+++ Extracted data
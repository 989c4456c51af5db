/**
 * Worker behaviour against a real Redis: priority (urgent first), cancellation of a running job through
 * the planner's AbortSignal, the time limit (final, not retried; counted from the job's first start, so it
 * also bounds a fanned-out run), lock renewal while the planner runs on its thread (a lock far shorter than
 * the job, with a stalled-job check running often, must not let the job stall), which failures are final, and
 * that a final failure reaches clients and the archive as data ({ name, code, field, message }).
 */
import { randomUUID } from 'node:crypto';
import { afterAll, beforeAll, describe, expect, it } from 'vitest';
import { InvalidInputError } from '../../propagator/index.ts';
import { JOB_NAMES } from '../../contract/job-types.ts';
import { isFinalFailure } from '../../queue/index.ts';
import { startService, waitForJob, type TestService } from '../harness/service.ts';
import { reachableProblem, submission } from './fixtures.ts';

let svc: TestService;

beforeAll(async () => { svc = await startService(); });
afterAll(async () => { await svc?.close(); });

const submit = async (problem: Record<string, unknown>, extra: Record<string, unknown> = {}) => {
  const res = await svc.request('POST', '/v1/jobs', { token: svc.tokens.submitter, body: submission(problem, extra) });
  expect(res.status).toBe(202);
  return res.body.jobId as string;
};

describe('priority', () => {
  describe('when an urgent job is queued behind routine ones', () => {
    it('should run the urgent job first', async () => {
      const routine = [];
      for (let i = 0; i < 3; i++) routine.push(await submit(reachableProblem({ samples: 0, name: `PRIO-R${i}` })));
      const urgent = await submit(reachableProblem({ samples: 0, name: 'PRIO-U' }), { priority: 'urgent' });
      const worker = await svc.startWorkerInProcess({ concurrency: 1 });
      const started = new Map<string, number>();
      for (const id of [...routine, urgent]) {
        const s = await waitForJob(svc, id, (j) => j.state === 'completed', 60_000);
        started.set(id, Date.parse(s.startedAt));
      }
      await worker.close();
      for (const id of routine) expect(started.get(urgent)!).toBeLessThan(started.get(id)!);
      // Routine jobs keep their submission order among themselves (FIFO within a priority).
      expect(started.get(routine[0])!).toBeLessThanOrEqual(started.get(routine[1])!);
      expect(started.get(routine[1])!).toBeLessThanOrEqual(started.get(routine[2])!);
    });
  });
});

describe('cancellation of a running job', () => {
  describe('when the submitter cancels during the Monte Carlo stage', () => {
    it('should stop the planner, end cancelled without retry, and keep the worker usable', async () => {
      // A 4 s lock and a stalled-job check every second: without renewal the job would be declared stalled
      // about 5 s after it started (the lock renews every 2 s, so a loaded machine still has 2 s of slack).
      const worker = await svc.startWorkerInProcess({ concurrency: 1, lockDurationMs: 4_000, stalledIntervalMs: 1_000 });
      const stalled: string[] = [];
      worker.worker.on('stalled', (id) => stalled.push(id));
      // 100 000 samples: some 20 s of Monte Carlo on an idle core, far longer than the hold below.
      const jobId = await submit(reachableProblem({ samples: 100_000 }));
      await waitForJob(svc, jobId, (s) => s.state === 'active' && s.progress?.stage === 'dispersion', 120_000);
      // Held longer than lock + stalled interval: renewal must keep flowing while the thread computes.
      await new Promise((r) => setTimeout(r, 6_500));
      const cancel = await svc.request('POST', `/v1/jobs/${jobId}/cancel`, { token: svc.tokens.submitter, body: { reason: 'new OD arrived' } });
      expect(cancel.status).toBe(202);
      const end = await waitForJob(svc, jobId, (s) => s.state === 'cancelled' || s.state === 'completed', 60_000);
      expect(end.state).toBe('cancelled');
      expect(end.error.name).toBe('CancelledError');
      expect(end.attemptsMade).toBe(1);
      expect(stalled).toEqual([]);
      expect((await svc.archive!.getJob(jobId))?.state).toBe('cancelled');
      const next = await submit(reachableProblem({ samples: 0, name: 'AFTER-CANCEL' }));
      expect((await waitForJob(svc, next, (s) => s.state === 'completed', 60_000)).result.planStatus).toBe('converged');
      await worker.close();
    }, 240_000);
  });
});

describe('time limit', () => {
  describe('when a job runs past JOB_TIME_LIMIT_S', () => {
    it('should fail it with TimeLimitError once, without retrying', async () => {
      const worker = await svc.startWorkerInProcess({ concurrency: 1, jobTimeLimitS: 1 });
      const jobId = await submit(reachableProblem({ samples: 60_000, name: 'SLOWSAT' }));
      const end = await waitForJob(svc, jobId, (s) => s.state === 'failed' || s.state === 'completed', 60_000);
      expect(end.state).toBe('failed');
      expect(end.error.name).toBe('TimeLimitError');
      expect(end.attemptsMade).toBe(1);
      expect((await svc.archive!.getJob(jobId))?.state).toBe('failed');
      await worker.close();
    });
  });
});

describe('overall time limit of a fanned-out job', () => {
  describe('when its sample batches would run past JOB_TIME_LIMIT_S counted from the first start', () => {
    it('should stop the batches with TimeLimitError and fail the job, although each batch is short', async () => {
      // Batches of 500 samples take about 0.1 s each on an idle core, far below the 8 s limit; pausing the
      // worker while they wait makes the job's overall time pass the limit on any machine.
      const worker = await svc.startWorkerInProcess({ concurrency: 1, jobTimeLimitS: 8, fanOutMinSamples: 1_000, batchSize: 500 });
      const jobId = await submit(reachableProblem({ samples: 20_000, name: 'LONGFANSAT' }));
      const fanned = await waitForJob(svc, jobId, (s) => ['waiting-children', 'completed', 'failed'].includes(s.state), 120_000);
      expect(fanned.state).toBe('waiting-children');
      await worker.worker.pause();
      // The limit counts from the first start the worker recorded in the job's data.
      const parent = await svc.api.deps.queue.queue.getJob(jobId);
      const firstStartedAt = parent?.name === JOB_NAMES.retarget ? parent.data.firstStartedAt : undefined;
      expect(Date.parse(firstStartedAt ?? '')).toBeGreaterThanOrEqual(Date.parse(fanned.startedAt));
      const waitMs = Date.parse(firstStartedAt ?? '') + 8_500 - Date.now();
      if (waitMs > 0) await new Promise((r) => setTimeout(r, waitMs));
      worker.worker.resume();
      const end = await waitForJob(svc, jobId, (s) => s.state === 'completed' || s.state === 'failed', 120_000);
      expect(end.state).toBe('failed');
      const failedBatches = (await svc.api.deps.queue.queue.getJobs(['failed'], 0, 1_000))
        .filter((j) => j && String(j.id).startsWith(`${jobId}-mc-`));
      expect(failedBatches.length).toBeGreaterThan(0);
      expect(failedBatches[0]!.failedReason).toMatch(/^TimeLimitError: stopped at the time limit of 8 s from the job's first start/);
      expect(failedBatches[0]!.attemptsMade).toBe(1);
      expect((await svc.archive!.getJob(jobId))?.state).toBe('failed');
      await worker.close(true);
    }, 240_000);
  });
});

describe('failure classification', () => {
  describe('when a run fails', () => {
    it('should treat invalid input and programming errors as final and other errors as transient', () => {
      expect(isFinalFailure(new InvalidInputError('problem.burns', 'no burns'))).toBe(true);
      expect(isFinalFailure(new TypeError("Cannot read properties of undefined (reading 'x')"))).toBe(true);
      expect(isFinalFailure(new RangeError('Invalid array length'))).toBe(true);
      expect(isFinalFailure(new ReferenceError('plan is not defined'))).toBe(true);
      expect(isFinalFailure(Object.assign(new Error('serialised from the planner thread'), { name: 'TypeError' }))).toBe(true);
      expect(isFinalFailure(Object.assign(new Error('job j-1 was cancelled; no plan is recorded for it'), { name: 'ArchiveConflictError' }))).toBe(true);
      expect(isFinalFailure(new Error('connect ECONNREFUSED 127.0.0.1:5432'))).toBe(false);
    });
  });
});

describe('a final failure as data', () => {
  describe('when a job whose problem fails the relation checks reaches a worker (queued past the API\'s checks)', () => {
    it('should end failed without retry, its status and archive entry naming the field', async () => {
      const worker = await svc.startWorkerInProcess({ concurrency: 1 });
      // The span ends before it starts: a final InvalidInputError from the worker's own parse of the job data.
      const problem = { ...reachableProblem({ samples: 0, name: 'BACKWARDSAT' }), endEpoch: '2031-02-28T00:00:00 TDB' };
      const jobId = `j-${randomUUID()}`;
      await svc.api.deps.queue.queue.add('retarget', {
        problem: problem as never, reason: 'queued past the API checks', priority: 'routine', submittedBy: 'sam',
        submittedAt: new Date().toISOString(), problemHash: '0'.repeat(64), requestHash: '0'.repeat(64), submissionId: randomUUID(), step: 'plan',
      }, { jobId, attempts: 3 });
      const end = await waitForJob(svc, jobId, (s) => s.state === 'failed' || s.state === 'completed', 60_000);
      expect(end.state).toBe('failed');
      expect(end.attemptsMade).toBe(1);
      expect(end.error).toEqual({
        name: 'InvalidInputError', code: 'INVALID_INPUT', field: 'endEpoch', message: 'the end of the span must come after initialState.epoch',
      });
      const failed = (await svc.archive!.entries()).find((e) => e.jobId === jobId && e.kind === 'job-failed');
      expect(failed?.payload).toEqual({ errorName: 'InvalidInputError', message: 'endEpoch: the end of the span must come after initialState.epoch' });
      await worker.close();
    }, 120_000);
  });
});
++++++
**Task objective:** Among the lines above, repeat exactly those from the line with "const started = new" to the line with "expect(end.state).toBe('cancelled');", counting both ends.

**Result of this task:**
      const started = new Map<string, number>();
      for (const id of [...routine, urgent]) {
        const s = await waitForJob(svc, id, (j) => j.state === 'completed', 60_000);
        started.set(id, Date.parse(s.startedAt));
      }
      await worker.close();
      for (const id of routine) expect(started.get(urgent)!).toBeLessThan(started.get(id)!);
      // Routine jobs keep their submission order among themselves (FIFO within a priority).
      expect(started.get(routine[0])!).toBeLessThanOrEqual(started.get(routine[1])!);
      expect(started.get(routine[1])!).toBeLessThanOrEqual(started.get(routine[2])!);
    });
  });
});

describe('cancellation of a running job', () => {
  describe('when the submitter cancels during the Monte Carlo stage', () => {
    it('should stop the planner, end cancelled without retry, and keep the worker usable', async () => {
      // A 4 s lock and a stalled-job check every second: without renewal the job would be declared stalled
      // about 5 s after it started (the lock renews every 2 s, so a loaded machine still has 2 s of slack).
      const worker = await svc.startWorkerInProcess({ concurrency: 1, lockDurationMs: 4_000, stalledIntervalMs: 1_000 });
      const stalled: string[] = [];
      worker.worker.on('stalled', (id) => stalled.push(id));
      // 100 000 samples: some 20 s of Monte Carlo on an idle core, far longer than the hold below.
      const jobId = await submit(reachableProblem({ samples: 100_000 }));
      await waitForJob(svc, jobId, (s) => s.state === 'active' && s.progress?.stage === 'dispersion', 120_000);
      // Held longer than lock + stalled interval: renewal must keep flowing while the thread computes.
      await new Promise((r) => setTimeout(r, 6_500));
      const cancel = await svc.request('POST', `/v1/jobs/${jobId}/cancel`, { token: svc.tokens.submitter, body: { reason: 'new OD arrived' } });
      expect(cancel.status).toBe(202);
      const end = await waitForJob(svc, jobId, (s) => s.state === 'cancelled' || s.state === 'completed', 60_000);
      expect(end.state).toBe('cancelled');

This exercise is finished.